Count every line in the entries that holds the word "ticked". The reply is that count alone.

Collected data:
┌────────
// newRow makes the row of knob k: not estimated, bounds a hundredfold
// either side of a positive value on a log scale, otherwise the slider's
// default range on a linear one.
func (f *fitWindow) newRow(k sliders.Knob) *estimateRow {
	label := k.Label()
	if u := f.unitOf(k); u != "" {
		label += " (" + u + ")"
	}
	r := &estimateRow{knob: k, use: widget.NewCheck(label, nil), lower: widget.NewEntry(), upper: widget.NewEntry(),
		start: widget.NewEntry(), log: widget.NewCheck("", nil), perExp: widget.NewCheck("", nil)}
	lo, hi := sliders.DefaultRange(k.Model, 0)
	if k.Model > 0 {
		lo, hi = k.Model/100, k.Model*100
		r.log.SetChecked(true)
	}
	r.lower.SetText(short(lo))
	r.upper.SetText(short(hi))
	r.start.SetText(strconv.FormatFloat(k.Model, 'g', -1, 64))
	f.rows = append(f.rows, r)
	return r
}

// unitOf returns the unit of a knob's value in the model, where known.
func (f *fitWindow) unitOf(k sliders.Knob) string {
	switch k.Kind {
	case sliders.Parameter:
		for _, p := range f.model.Parameters {
			if p.Name == k.Name {
				return p.Unit
			}
		}
	case sliders.Initial:
		return f.model.Units.Amount
	}
	return ""
}

// targetUnit returns the unit of the knob named ref.
func (f *fitWindow) targetUnit(ref string) string { return f.unitOf(sliders.ParseRef(ref)) }

// row returns the row of the knob named ref ("kon", "init:S").
func (f *fitWindow) row(ref string) *estimateRow {
	for _, r := range f.rows {
		if r.knob.Ref() == ref {
			return r
		}
	}
	return nil
}

// addExperiment lists an experiment, ticked when use.
func (f *fitWindow) addExperiment(e calibrate.Experiment, note string, use bool) {
	x := &fitExperiment{exp: e, note: note}
	text := e.Name + ": " + filepath.Base(e.Data)
	if note != "" {
		text += " — " + note
	}
	var cond []string
	for _, k := range sortedKeys(e.Initial) {
		cond = append(cond, fmt.Sprintf("%s starts at %s", k, short(e.Initial[k])))
	}
	for _, k := range sortedKeys(e.Parameters) {
		cond = append(cond, fmt.Sprintf("%s = %s", k, short(e.Parameters[k])))
	}
	if len(cond) > 0 {
		text += " (" + strings.Join(cond, ", ") + ")"
	}
	x.use = widget.NewCheck(text, nil)
	x.use.SetChecked(use)
	f.exps = append(f.exps, x)
	f.expList.Add(x.use)
	if f.plan != nil {
		f.plan.Refresh()
	}
}

func sortedKeys(m map[string]float64) []string {
	var out []string
	for k := range m {
		out = append(out, k)
	}
	sort.Strings(out)
	return out
}

// addDataDialog asks for a measurements file to add as an experiment
// under the model's own conditions.
func (f *fitWindow) addDataDialog() {
	askOpen(f.win, []string{".csv", ".tsv", ".txt"}, nil, f.showError, f.addData)
}

// addData reads a measurements file (to report its problems now, with
// their places) and lists it as an experiment.
func (f *fitWindow) addData(path string) {
	d, err := calibrate.LoadData(path, calibrate.MeasurableNames(f.model))
	if err != nil {
		f.ctl.status.SetText(plainError(err))
		return
	}
	name := strings.TrimSuffix(filepath.Base(path), filepath.Ext(path))
	f.addExperiment(calibrate.Experiment{Name: name, Data: path}, measuredSummary(d), true)
}

// loadPlanDialog asks for a fit plan ("kinetarium.fit/1") and loads it.
func (f *fitWindow) loadPlanDialog() {
	askOpen(f.win, []string{".json"}, nil, f.showError, func(path string) {
		if err := f.loadPlan(path); err != nil {
			f.showError(err)
		}
	})
}

// showError shows err in a dialog over the fit window.
func (f *fitWindow) showError(err error) { dialog.ShowError(err, f.win) }

// loadPlan reads a fit plan: its experiments are added (ticked), and its
// quantities, bounds, noise model, starts and seed replace the form's.
// The plan's own model file is not used: the window fits the model it
// was opened on.
func (f *fitWindow) loadPlan(path string) error {
	if abs, err := filepath.Abs(path); err == nil {
		path = abs // the experiments' files are then found from anywhere
	}
	spec, err := calibrate.LoadSpec(path)
	if err != nil {
		return err
	}
	for _, e := range spec.Estimate {
		if f.row(e.Target) == nil {
			return fmt.Errorf("%s: the plan estimates %q, which the model in this window does not have", path, e.Target)
		}
	}
	for _, x := range f.exps {
		x.use.SetChecked(false)
	}
	for _, e := range spec.Experiments {
		if !filepath.IsAbs(e.Data) {
			e.Data = filepath.Join(spec.Dir, e.Data)
		}
		f.addExperiment(e, "", true)
	}
	for _, r := range f.rows {
		r.use.SetChecked(false)
	}
	for _, e := range spec.Estimate {
		r := f.row(e.Target)
		r.use.SetChecked(true)
		r.lower.SetText(strconv.FormatFloat(e.Lower, 'g', -1, 64))
		r.upper.SetText(strconv.FormatFloat(e.Upper, 'g', -1, 64))
		if !math.IsNaN(e.Start) {
			r.start.SetText(strconv.FormatFloat(e.Start, 'g', -1, 64))
		}
		r.log.SetChecked(e.Log)
		r.perExp.SetChecked(e.PerExp)
	}
	f.noise.SetSelected(noiseLabelOf(spec.Noise.Model))
	f.starts.SetText(strconv.Itoa(spec.Starts))
	f.seed.SetText(strconv.FormatUint(spec.Seed, 10))
	f.rtol, f.atol, f.method = spec.RTol, spec.ATol, spec.Method
	f.ctl.status.SetText(fmt.Sprintf("Loaded the plan %s: %d experiments, %d quantities. It is fitted to the model in this window, not to the plan's model file.",
		filepath.Base(path), len(spec.Experiments), len(spec.Estimate)))
	return nil
}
└────────
*WRITTEN ANSWER*: 2